Jeremy has certainly inspired hope, a remarkable and precious resource. Last summer after a five year battle I lost my case (Maistry v BBC) in the Court of Appeal. The crucial point was whether BBC managers could have been aware that I believed in the sacrosanct BBC Values which as an employee I was bound to follow. Without such knowledge they could not have discriminated.
Lord Justice Underhill reasoned:
But I am afraid to say that I do not believe that it is arguable that a generalised assumption that senior management employees will subscribe to BBC values can be equated with the knowledge that a particular employee has a philosophical belief in those values. That is not the same thing. The fact that to the applicant those values constituted a belief with similar status and cogency to a religious belief does not mean that will be so in every case. To others it might indeed be no more than their employer’s mission statement about the values that they were expected to observe at work.
So although it can be generally assumed that the Management Board of the BBC believes in the Corporation’s elevated values, the same cannot be said for its staff. The elite are simply nobler. I’m glad Jeremy came along.
Such superior class virtue will of course not exclude the most vicious campaign to reassert the cult of the market, the rule of corporations, banks and the 0.1 percent. Technology has made an art form of repression; black ops and false flags are now a routine part of the repertoire. Jeremy Corbyn is well aware that parliament is an opportunity, not the answer.
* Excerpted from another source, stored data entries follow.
import type { EntityManager } from 'typeorm';
import { useTestApp } from '../../testing';
import * as cpuPool from '../../core/cpu-pool/cpu-pool';
import { demoReportContent } from './pdf/demo-report-content';
import { issueReport, type IssuanceStep } from './issue-report';
import { insertSubmittedAnalysis, type SubmittedAnalysis } from './submitted-analysis.fixture';

jest.setTimeout(90_000);
const t = useTestApp();
const CALDER = { labName: 'Calder Analytical', clientName: 'Hollin Ridge Cellars', analystEmail: 'analyst@calder.test', reviewerEmail: 'reviewer@calder.test' };
const year = new Date().getUTCFullYear();

function approve(a: SubmittedAnalysis, steps: IssuanceStep[] = []) {
  return t.db.transaction(async (manager: EntityManager) => {
    await manager.query(`UPDATE analysis SET status = 'approved' WHERE id = $1 AND status = 'submitted'`, [a.analysisId]);
    return issueReport(manager, {
      labId: a.labId,
      analysisId: a.analysisId,
      sampleId: a.sampleId,
      clientOrganisationId: a.clientOrganisationId,
      actorUserId: a.reviewerUserId,
      content: demoReportContent({ sample: { ...demoReportContent().sample, code: a.sampleCode } }),
      steps,
    });
  });
}

const seq = (n: number) => `CAL-${year}-${String(n).padStart(6, '0')}`;

describe('report numbers', () => {
  afterEach(() => jest.restoreAllMocks());

  it('does not hold the lab’s counter while a report renders: a second approval finishes while the first is still rendering', async () => {
    // The lab's first issuance also creates its development signing credential; that one goes alone.
    expect((await approve(await insertSubmittedAnalysis(t.db.manager, CALDER))).number).toBe(seq(1));
    const [slow, quick] = [await insertSubmittedAnalysis(t.db.manager, CALDER), await insertSubmittedAnalysis(t.db.manager, CALDER)];
    const run = cpuPool.runCpuTask;
    let release!: () => void;
    const held = new Promise<void>((r) => (release = r));
    let rendering!: () => void;
    const started = new Promise<void>((r) => (rendering = r));
    let first = true;
    jest.spyOn(cpuPool, 'runCpuTask').mockImplementation((async (name: string, input: unknown) => {
      if (name === 'renderAndSign' && first) {
        first = false;
        rendering();
        await held;
      }
      return run(name as never, input as never);
    }) as typeof run);

    const slowIssue = approve(slow);
    await started;
    let timer: NodeJS.Timeout | undefined;
    const waited = new Promise<never>((_, fail) => (timer = setTimeout(() => fail(new Error('the second approval waited for the first')), 45_000)));
    const quickReport = await Promise.race([approve(quick), waited]).finally(() => {
      clearTimeout(timer);
      release();
    });
    const slowReport = await slowIssue;
    expect([slowReport.number, quickReport.number]).toEqual([seq(2), seq(3)]);
  });

  it('hands a number whose issuance failed to the next report: no gap, no duplicate, also under concurrency', async () => {
    const [{ n: before }] = await t.db.query(`SELECT count(*)::int AS n FROM test_report WHERE number LIKE 'CAL-%'`);
    const failed = await insertSubmittedAnalysis(t.db.manager, CALDER);
    await expect(
      approve(failed, [
        async () => {
          throw new Error('credits could not be consumed');
        },
      ]),
    ).rejects.toThrow('credits could not be consumed');

    const four = await Promise.all([1, 2, 3, 4].map(() => insertSubmittedAnalysis(t.db.manager, CALDER)));
    const issued = await Promise.all(four.map((a) => approve(a)));
    expect(issued.map((r) => r.number).sort()).toEqual([1, 2, 3, 4].map((i) => seq(before + i)));
    const claims = await t.db.query(`SELECT value, state FROM report_number_claim WHERE lab_id = $1 AND year = $2 ORDER BY value`, [four[0].labId, year]);
    expect(claims).toEqual(Array.from({ length: before + 4 }, (_, i) => ({ value: i + 1, state: 'issued' })));
  });
});
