import { TestbedHarnessEnvironment } from '@angular/cdk/testing/testbed';
import { HttpTestingController } from '@angular/common/http/testing';
import { TestBed } from '@angular/core/testing';
import { MatButtonHarness } from '@angular/material/button/testing';
import type { ClientTeamMember, Me } from '@ohmprint/contracts';
import { Session } from '@ohmprint/ui';
import { TEST_CLIENT_PORTAL, provideTestPortal, testClientUser } from '@ohmprint/ui/testing';
import { TeamPage } from './team-page';

const colleague: ClientTeamMember = {
  id: '22222222-2222-4222-8222-222222222222',
  email: 'colleague@hollinridge.test',
  displayName: 'Colleague',
  role: 'client-member',
  createdAt: '2026-11-30T09:00:00.000Z',
};

async function open(user: Me) {
  TestBed.configureTestingModule({ providers: provideTestPortal({ portal: TEST_CLIENT_PORTAL }) });
  TestBed.inject(Session).adopt({ accessToken: 'tok', user });
  const fixture = TestBed.createComponent(TeamPage);
  fixture.detectChanges();
  const backend = TestBed.inject(HttpTestingController);
  backend.expectOne((r) => r.url === '/api/client/team').flush({ items: [colleague], total: 1, page: 1, pageSize: 20 });
  if (user.roles.includes('client-admin')) {
    backend.expectOne((r) => r.url === '/api/client/team/invitations').flush({ items: [], total: 0, page: 1, pageSize: 10 });
  } else {
    // Open invitations are the admins' business; members never ask for them.
    backend.expectNone((r) => r.url === '/api/client/team/invitations');
  }
  await fixture.whenStable();
  return { fixture, backend, loader: TestbedHarnessEnvironment.loader(fixture), root: TestbedHarnessEnvironment.documentRootLoader(fixture) };
}

describe('TeamPage', () => {
  afterEach(() => TestBed.inject(HttpTestingController).verify());

  it('lets a member see the team but offers no invite or remove', async () => {
    const { loader, fixture } = await open(testClientUser({ roles: ['client-member'] }));
    expect((fixture.nativeElement as HTMLElement).textContent).toContain('colleague@hollinridge.test');
    expect(await loader.getAllHarnesses(MatButtonHarness.with({ text: /Invite a colleague/ }))).toHaveLength(0);
    expect(await loader.getAllHarnesses(MatButtonHarness.with({ selector: '[aria-label^="Remove"]' }))).toHaveLength(0);
  });

  it('removes a colleague only after the admin confirms', async () => {
    const { loader, root, backend, fixture } = await open(testClientUser({ roles: ['client-admin'] }));
    expect(await loader.getAllHarnesses(MatButtonHarness.with({ text: /Invite a colleague/ }))).toHaveLength(1);
    await (await loader.getHarness(MatButtonHarness.with({ selector: '[aria-label="Remove Colleague from the team"]' }))).click();
    backend.expectNone((r) => r.method === 'DELETE');
    await (await root.getHarness(MatButtonHarness.with({ text: 'Remove' }))).click();
    const req = backend.expectOne('/api/client/team/22222222-2222-4222-8222-222222222222');
    expect(req.request.method).toBe('DELETE');
    req.flush(null, { status: 204, statusText: 'No Content' });
    await fixture.whenStable();
    // The list is fetched again so the removed person disappears.
    backend.expectOne((r) => r.url === '/api/client/team').flush({ items: [], total: 0, page: 1, pageSize: 20 });
  });
});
Our opposition cannot be limited to the parliamentary chambers and TV studios of Westminster. Labour is best when it is a movement, and that movement has swelled to an enthusiastic 600,000 who will decide this leadership election. Once that is over, we face a bigger task: to force this government to abandon its free-market dogma and become the strategic state our society needs. That challenge begins on 12 September.